Phosphorylation of GATA-4 Increases Its DNA Binding
Activity--
We tested the possibility that phosphorylation of GATA-4
results in functional consequences such as an increase in the DNA binding activity. COS7 cells were transfected with an expression plasmid encoding GATA-4 (pcDNAG4) and incubated in medium
containing 10% serum. 48 h later, nuclear extracts were prepared
by lysis of the transfected cells in lysis buffer in the presence or
absence of phosphatase inhibitors (50 mM NaF and 1 mM Na3VO4). These extracts were
immunoprecipitated with anti-GATA-4 antibody, and the
immunoprecipitates were subjected to Western blot analysis with
anti-phosphoserine antibody. As shown in the upper panel of
Fig. 5A, the phosphorylation of GATA-4 was evident in the nuclear extract collected with the phosphatase inhibitors but not in that without the inhibitors. However,
the amount of GATA-4 (total of phosphorylated and unphosphorylated forms) was similar in these two extracts (Fig. 5A,
lower panel). Then we determined using EMSA whether the DNA
binding activity of GATA-4 differed in the nuclear extracts used for
the experiments shown in Fig. 5A. By competition EMSAs using
a radiolabeled ET-1 GATA double-stranded oligonucleotide as a probe
(Fig. 5B, second through sixth lanes),
one retarded band (indicated by an arrow, second
lane) was found to be a GATA sequence-specific complex, as
evidenced by the fact that it was competed by an ET-1 GATA oligonucleotide (third lane) but not by an oligonucleotide
with a GATA site mutations (fourth lane). In addition, this
retarded band was clearly supershifted by anti-GATA-4 antibody
(sixth lane) but not by IgG (fifth lane),
indicating this band represents a complex of the ET-1 GATA
oligonucleotide and GATA-4. Notably, the intensity of this band was
much stronger in the nuclear extract prepared with the phosphatase
inhibitors (second lane) than in that prepared without the
inhibitors (first lane). These results suggest that
phosphorylation of GATA-4 increases its DNA binding activity.

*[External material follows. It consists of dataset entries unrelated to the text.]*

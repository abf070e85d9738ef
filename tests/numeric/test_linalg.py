"""Inverse and solve of stacks: right where there is an inverse, NaN where there is none."""

import numpy as np
import pytest
from hypothesis import given
from hypothesis import strategies as st

from deembed.numeric.linalg import diagonal_matrix, inverse, solve


def stack(rng, n, shape=(7,)):
    return rng.normal(size=(*shape, n, n)) + 1j * rng.normal(size=(*shape, n, n))


@given(n=st.integers(1, 7), seed=st.integers(0, 10_000))
def test_it_inverts(n, seed):
    a = stack(np.random.default_rng(seed), n, (2, 3))
    np.testing.assert_allclose(inverse(a), np.linalg.inv(a), rtol=1e-9, atol=1e-9)


@pytest.mark.parametrize("n", range(1, 6))
def test_a_singular_matrix_is_nan_and_its_neighbours_are_not(n, rng):
    a = stack(rng, n)
    a[3, :, 0] = 0 if n == 1 else a[3, :, -1]
    a[5] = np.nan
    out = inverse(a)
    bad = np.isnan(out).all(axis=(-2, -1))
    np.testing.assert_array_equal(bad, [False, False, False, True, False, True, False])


def test_scale_does_not_make_a_matrix_singular(rng):
    for n in range(1, 6):
        a = stack(rng, n) * 1e-30
        np.testing.assert_allclose(inverse(a) @ a, np.broadcast_to(np.eye(n), a.shape), atol=1e-9)


@pytest.mark.parametrize("n", [1, 2, 3, 5])
def test_it_solves(n, rng):
    a, b = stack(rng, n), stack(rng, n)[..., :1]
    np.testing.assert_allclose(a @ solve(a, b), b, atol=1e-10)


def test_diagonals():
    d = diagonal_matrix(np.array([[1, 2], [3, 4j]]))
    np.testing.assert_array_equal(d, [[[1, 0], [0, 2]], [[3, 0], [0, 4j]]])


def test_nothing_in_nothing_out():
    assert inverse(np.zeros((0, 2, 2))).shape == (0, 2, 2)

ERK1/2 Activation Is Required for PE-induced Increase in
Phosphorylation and DNA Binding Activity of Cardiac GATA-4--
To
determine the upstream factors involved in PE-induced phosphorylation
of GATA-4, we examined the effect of PD098059, a MEK-1-specific
inhibitor, on GATA-4 phosphorylation, as well as on activation of
ERK1/2, targets of MEK-1. Neonatal rat ventricular myocytes were
preincubated with or without 20 µM PD098059 for 1 h;
then PE was added, and the myocytes were further incubated at 37 °C.
Activation of ERK1/2 was estimated by Western blot analysis using an
antibody that specifically recognizes the phosphorylated, active form
of these enzymes. ERK1/2 were markedly activated after 15 min of PE
stimulation (Fig. 5A, second lane) compared with saline stimulation (Fig. 5A, first lane). 20 µM PD098059 completely blocked the activation (Fig.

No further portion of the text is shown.